Other than that your code seems alright.

## Not enough precision

For the sum case, you need to use longs for your sums otherwise you will get overflows. This assumes that your input is smaller than 2^32 elements, otherwise you will need even more precision.

For the multiply case, neither a double or a long will save you from overflows/precision loss, even with only a few elements. To fix this, you can either use BigInteger, or you can do something tricky where you decompose each number into a list of its prime factors.

First, it would be nice if your comments actually explained what an equilibrium was. Your question did so, but someone reading your code by itself would have no idea.

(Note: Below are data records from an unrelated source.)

def main():
    args = [a for a in sys.argv[1:] if not a.startswith("--")]
    coupling = 1.0
    reaction = "--no-reaction" not in sys.argv
    for a in sys.argv[1:]:
        if a.startswith("--coupling="):
            coupling = float(a.split("=", 1)[1])
    exe, scenarios, work = args[0], args[1:-1], args[-1]
    os.makedirs(work, exist_ok=True)
    failures, checks = 0, 0

    def check(ok, text):
        nonlocal failures, checks
        checks += 1
        if not ok:
            failures += 1
        print(("  ok    " if ok else "  FAIL  ") + text)

    for scenario in scenarios:
        label = os.path.splitext(os.path.basename(scenario))[0]
        P = Params(load(scenario))
        preconditions(P)
        trim = fp_json(exe, "trim", scenario)["free"]
        A, B, info = linear_model(P, trim, coupling=coupling, reaction=reaction)
        print(f"\n{label}: {scenario}")
        print(f"  trim V {info['V']:.3f} m/s, alpha_0 {math.degrees(info['alpha0']):.3f} deg, "
              f"delta_0 {math.degrees(info['de0']):.3f} deg, S_e {P('elevator', 'mass_moment'):.3f} kg m")
        res = info["residual"]
        print("  trim residuals of this model's force laws at floatpitch's trim: "
              f"X {res['X']:.3g} N, Z {res['Z']:.3g} N, M {res['M']:.3g} N m, H {res['H']:.3g} N m")
        ours = roots_of(A)
        modes = fp_json(exe, "modes", scenario)["free"]
        # -- 1. roots ------------------------------------------------------------------------
        # Neglected terms (docstring): the trim angles' geometric effects, relative alpha_0^2/2 +
        # delta_0^2/2 (+ the first-order vertical arms l sin(alpha_0) acting on forces that are
        # themselves small at trim: tail lift and drag, bounded by |alpha_0| (L_t0 + D_0)/(m g));
        # and the central-difference Jacobian of floatpitch (relative ~1e-6). The tolerance is ten
        # times that bound, with a floor of 1e-4 for the Jacobian and the trim's convergence.
        a0, d0 = info["alpha0"], info["de0"]
        bound = a0**2 / 2 + d0**2 / 2 + abs(a0) * (abs(info["Lt0"]) + info["D0"]) / (P("mass", "mass") * G0)
        tol = max(1e-4, 10 * bound)
        # the slowest (height) root is compared against the phugoid's magnitude: it is a small
        # difference of phugoid-sized terms, so its error scales with them, not with itself
        scale = max(abs(complex(mo["real"], mo["imag"])) for mo in modes if mo["name"] == "phugoid") \
            if any(mo["name"] == "phugoid" for mo in modes) else 1.0
        print(f"  roots (stick free), tolerance {tol:.2g} relative (neglected-term bound {bound:.2g})")
        print(f"    {'mode':18s} {'floatpitch':>24s} {'reference':>24s} {'rel. error':>10s}")
        for name, r_fp, r_ref in match_roots(modes, ours):
            den = abs(r_fp) if abs(r_fp) > 0.1 * scale else scale
            err = abs(r_ref - r_fp) / den
            check(err <= tol, f"{name:18s} {r_fp.real:11.5f}{r_fp.imag:+11.5f}j {r_ref.real:11.5f}{r_ref.imag:+11.5f}j "
                  f"{err:10.2e}")
        # -- 2./3. pulse response ------------------------------------------------------------
        # floatpitch flies the scenario's pulse and the same pulse reversed (a case file that
        # includes the scenario and replaces its events). The odd part of the response,
        # (y(+F) - y(-F))/2, holds every odd-order term and no even-order one: it equals the
        # linear response up to third-order terms, of relative size eps^2 (eps the perturbation
        # size below). The even part, (y(+F) + y(-F))/2, is the second-order response: printed, as
        # the measure of how far the single run is from linear.
        out = fp_run(exe, scenario, os.path.join(work, label))
        rev = os.path.join(work, label + "_reversed.toml")
        with open(rev, "w") as f:
            f.write(f"include = {json.dumps(os.path.abspath(scenario))}\n")
            for t0, dur, F in pulses(P):
                f.write(f"\n[[event]]\ntime = {t0!r}\naction = \"pulse\"\nforce = {-F!r}\nduration = {dur!r}\n")
        out_r = fp_run(exe, rev, os.path.join(work, label + "_reversed"))
        t = np.round(out["time"], 9)
        force = np.zeros_like(t)
        for t0, dur, F in pulses(P):
            force[(t >= t0 - 1e-9) & (t < t0 + dur - 1e-9)] += F
        lin = linear_response(A, B, info, t, force)
        V = info["V"]
        dev = {ch: out[ch] - out[ch][0] for ch in out}
        dev_r = {ch: out_r[ch] - out_r[ch][0] for ch in out_r}
        odd = {ch: (dev[ch] - dev_r[ch]) / 2 for ch in dev}
        even = {ch: (dev[ch] + dev_r[ch]) / 2 for ch in dev}
        # perturbation size eps: the largest of |d alpha|, |d delta_e|, |d theta| (rad), 2|u|/V
        # (the speed enters squared through the dynamic pressure)
        eps = max(np.max(abs(np.radians(dev["alpha"]))), np.max(abs(np.radians(dev["elevator"]))),
                  np.max(abs(np.radians(dev["theta"]))), 2 * np.max(abs(dev["airspeed"])) / V)
        # Tolerance on the odd part, relative to its peak:
        #  * third-order terms: eps^2, times 10 for the several such terms that add;
        #  * the reference's neglected terms, through the roots: a root error d lambda = tol |lambda|
        #    shifts a mode's response by at most t |d lambda| e^(sigma t) <= tol / (e zeta) of its
        #    amplitude (zeta its damping ratio), and by no more than tol |lambda| T over the run T;
        #    the worst mode counts, as if it carried the whole peak;
        #  * the CSV's printed precision: 1e-6 deg (deg/s), two values combined: 2e-6 absolute.
        T = t[-1] - t[0]
        mode_part = max(min(1 / (math.e * max(-z.real / abs(z), 1e-3)), abs(z) * T) for z in ours if abs(z) > 1e-6)
        ttol = 10 * eps**2 + tol * mode_part
        print(f"  force pulse response, stick free, odd part of +F/-F runs: perturbation size eps {eps:.2g}; "
              f"tolerance {100*ttol:.3f} % of each peak (third order {100*10*eps**2:.3f} %, roots {100*tol*mode_part:.3f} %)")
        for ch in ("alpha", "q", "elevator"):
            peak = np.max(abs(odd[ch]))
            err = np.max(abs(lin[ch] - odd[ch]))
            raw = np.max(abs(lin[ch] - dev[ch]))
            check(err <= ttol * peak + 2e-6, f"{ch:8s}: peak {peak:.5f}, max |reference - floatpitch| {err:.2e} "
                  f"({100*err/peak:.4f} %); single +F run: {100*raw/peak:.3f} %, its even part {100*np.max(abs(even[ch]))/peak:.3f} %")
        # 3. variants of the reference: without the elevator's reaction on the airframe (the
        # neglect a textbook treatment may make: its size), and with the mass-balance terms of
        # the hinge equation dropped or of the wrong sign. Each must fail both comparisons: so
        # floatpitch missing any of them, or with a wrong sign, would fail this test.
        def miss(coupling_k, reaction_k):
            A1, B1, _ = linear_model(P, trim, coupling=coupling_k, reaction=reaction_k)
            lin1 = linear_response(A1, B1, info, t, force)
            worst = max(np.max(abs(lin1[ch] - odd[ch])) / np.max(abs(odd[ch])) for ch in ("alpha", "q", "elevator"))
            r1 = roots_of(A1)
            rerr = max(abs(r_ref - r_fp) / max(abs(r_fp), scale)
                       for _, r_fp, r_ref in match_roots(modes, r1))
            return worst, rerr, [z for z in r1 if z.imag > 0]
        for what, ck, rk in (("without the reaction on the airframe", 1.0, False),
                             ("without the mass-balance coupling", 0.0, True),
                             ("with the coupling's sign flipped", -1.0, True)):
            worst, rerr, r1 = miss(ck, rk)
            print(f"  reference {what}: response misses by {100*worst:.2f} % of a peak, roots by {rerr:.2g} "
                  "relative; oscillatory roots " + ", ".join(f"{z.real:.4f}{z.imag:+.4f}j" for z in r1))
            # asserted where the elevator is unbalanced enough for the reaction to show
            if coupling == 1.0 and reaction and abs(P("elevator", "mass_moment")) >= 0.1:
                check(worst > ttol and rerr > tol,
                      f"the check can tell: {what} the reference exceeds both tolerances")

    print(f"\n{checks - failures} passed, {failures} failed")
    return 1 if failures else 0


if __name__ == "__main__":
    sys.exit(main())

Second, there were a couple of errors in your comments. In this multiplication example:

``````[0, 8, -2, 0]
``````

you stated that there were 3 equilibria, but I believe that `a` qualifies as a 4th.

In the comments for `processZero()`, you had this comment:

``````// if 0 is not the first element of the array then the first element of array is smallest equilibrium
// eg: [0, 1, 2, 3]
``````

but in that example, 0 was the first element so it wasn’t a good example.

## Inconsistency

You did this which I like:

``````leftSum += a[i];
``````

But later did this which I don’t like, and which is inconsistent with your previous code:

``````leftProduct = leftProduct * a[i];
``````

## Things I liked

In general, your program was well commented. Also, the algorithms you used seemed to be the best ones that took only O(N) time. I didn’t have any problems understanding what your code was doing.